Every line in the data below that includes "snout" belongs in the answer, copied as it stands.

>>>>>

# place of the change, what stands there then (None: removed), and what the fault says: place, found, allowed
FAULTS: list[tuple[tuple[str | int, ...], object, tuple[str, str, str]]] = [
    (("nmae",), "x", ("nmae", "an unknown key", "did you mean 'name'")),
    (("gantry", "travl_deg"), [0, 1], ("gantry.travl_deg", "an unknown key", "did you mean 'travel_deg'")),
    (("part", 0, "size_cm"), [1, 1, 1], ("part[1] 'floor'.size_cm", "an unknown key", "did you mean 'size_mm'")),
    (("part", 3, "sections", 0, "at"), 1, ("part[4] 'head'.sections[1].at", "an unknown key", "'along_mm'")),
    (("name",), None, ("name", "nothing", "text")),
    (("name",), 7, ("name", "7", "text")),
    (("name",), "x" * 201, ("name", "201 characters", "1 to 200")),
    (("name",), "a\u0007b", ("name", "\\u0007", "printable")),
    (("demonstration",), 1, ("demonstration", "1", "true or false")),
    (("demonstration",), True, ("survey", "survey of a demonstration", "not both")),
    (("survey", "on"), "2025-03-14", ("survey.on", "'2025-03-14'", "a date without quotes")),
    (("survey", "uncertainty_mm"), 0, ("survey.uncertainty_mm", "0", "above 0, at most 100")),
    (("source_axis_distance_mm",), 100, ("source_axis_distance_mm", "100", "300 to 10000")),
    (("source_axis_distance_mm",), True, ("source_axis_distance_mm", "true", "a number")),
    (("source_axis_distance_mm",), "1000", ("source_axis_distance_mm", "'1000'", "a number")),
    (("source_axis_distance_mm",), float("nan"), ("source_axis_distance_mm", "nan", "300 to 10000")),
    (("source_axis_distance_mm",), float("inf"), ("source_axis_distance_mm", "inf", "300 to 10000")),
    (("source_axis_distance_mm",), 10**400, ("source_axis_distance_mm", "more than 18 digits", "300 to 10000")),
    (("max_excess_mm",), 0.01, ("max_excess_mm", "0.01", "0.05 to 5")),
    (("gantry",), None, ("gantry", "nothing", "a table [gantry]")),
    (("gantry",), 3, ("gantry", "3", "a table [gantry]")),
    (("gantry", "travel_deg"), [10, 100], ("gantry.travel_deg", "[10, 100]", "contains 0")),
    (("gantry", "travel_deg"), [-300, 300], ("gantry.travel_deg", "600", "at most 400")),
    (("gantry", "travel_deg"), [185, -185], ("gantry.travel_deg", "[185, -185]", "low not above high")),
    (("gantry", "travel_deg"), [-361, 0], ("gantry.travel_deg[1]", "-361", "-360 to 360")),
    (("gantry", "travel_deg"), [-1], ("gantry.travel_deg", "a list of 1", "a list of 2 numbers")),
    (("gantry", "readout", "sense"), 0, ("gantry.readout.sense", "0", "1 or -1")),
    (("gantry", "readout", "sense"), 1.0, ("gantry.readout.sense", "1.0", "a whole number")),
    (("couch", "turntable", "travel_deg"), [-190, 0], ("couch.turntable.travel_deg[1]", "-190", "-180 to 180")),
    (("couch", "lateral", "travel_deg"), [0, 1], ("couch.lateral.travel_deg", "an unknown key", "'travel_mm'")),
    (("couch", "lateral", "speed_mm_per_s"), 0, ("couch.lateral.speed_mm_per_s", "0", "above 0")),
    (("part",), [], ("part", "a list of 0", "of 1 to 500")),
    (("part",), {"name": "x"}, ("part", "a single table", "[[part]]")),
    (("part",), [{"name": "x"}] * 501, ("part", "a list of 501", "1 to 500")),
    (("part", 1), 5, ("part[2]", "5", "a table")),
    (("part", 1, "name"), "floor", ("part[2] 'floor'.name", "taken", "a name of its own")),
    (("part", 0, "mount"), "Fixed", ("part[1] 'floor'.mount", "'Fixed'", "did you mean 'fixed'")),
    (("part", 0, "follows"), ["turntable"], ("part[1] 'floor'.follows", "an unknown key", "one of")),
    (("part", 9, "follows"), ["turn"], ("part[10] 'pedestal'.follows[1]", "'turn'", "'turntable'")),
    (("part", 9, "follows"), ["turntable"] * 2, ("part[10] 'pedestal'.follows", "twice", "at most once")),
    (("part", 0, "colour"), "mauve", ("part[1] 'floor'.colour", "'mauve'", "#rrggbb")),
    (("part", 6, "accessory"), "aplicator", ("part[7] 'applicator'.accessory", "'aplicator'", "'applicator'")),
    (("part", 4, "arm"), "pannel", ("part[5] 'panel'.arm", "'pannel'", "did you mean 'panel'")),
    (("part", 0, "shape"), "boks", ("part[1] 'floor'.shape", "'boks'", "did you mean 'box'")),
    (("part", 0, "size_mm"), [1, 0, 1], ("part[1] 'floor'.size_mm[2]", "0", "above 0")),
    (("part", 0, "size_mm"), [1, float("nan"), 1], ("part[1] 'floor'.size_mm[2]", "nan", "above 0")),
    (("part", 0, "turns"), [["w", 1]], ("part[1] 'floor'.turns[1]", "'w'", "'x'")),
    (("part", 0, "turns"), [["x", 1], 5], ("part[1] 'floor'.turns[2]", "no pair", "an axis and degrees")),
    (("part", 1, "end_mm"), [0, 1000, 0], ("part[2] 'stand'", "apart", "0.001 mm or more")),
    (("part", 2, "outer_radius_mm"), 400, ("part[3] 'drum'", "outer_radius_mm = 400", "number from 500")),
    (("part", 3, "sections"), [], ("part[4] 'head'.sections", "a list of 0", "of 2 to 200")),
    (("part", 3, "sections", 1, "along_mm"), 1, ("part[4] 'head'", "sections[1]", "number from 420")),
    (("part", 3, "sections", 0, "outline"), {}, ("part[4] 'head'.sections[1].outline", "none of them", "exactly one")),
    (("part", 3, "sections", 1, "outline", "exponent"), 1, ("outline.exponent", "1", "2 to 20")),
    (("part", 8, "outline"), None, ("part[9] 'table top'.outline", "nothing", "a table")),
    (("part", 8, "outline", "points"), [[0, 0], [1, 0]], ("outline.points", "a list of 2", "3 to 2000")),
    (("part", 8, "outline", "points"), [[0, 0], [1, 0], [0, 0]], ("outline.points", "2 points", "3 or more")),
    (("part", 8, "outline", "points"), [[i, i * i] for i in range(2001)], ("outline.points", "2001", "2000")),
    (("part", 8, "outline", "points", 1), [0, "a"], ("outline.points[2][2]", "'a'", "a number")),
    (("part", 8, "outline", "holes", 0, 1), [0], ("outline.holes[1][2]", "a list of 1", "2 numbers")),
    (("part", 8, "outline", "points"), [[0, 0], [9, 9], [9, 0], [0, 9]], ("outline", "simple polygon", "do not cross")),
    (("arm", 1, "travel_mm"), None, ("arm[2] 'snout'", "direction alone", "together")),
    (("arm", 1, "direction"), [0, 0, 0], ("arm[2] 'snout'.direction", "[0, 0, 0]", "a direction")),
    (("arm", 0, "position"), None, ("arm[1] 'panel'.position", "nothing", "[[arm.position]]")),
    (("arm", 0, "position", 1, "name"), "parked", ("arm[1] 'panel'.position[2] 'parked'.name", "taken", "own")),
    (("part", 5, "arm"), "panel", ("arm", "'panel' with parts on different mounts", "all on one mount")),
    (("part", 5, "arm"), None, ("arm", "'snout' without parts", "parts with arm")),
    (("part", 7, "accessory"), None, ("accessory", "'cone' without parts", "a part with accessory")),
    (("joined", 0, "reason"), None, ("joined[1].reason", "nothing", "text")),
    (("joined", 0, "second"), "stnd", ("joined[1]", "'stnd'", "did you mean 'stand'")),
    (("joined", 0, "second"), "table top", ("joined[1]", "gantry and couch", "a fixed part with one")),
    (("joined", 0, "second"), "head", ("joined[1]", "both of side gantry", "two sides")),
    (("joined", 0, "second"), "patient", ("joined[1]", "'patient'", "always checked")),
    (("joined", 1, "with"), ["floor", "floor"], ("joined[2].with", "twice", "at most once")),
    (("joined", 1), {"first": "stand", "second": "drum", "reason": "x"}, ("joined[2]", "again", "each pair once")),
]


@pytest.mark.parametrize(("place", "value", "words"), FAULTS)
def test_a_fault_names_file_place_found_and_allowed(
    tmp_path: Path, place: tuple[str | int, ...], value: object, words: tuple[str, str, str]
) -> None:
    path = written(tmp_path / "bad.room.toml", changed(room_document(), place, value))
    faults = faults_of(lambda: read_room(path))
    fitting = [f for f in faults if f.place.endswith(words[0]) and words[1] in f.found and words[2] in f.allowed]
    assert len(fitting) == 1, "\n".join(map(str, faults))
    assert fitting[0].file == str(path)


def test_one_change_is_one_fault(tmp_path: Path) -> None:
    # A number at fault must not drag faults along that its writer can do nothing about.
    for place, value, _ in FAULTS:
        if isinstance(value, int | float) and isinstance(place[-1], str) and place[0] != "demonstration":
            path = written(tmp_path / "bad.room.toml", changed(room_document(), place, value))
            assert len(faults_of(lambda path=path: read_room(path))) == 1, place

<<<<<

■ **Written response**:
    (("arm", 1, "travel_mm"), None, ("arm[2] 'snout'", "direction alone", "together")),
    (("arm", 1, "direction"), [0, 0, 0], ("arm[2] 'snout'.direction", "[0, 0, 0]", "a direction")),
    (("part", 5, "arm"), None, ("arm", "'snout' without parts", "parts with arm")),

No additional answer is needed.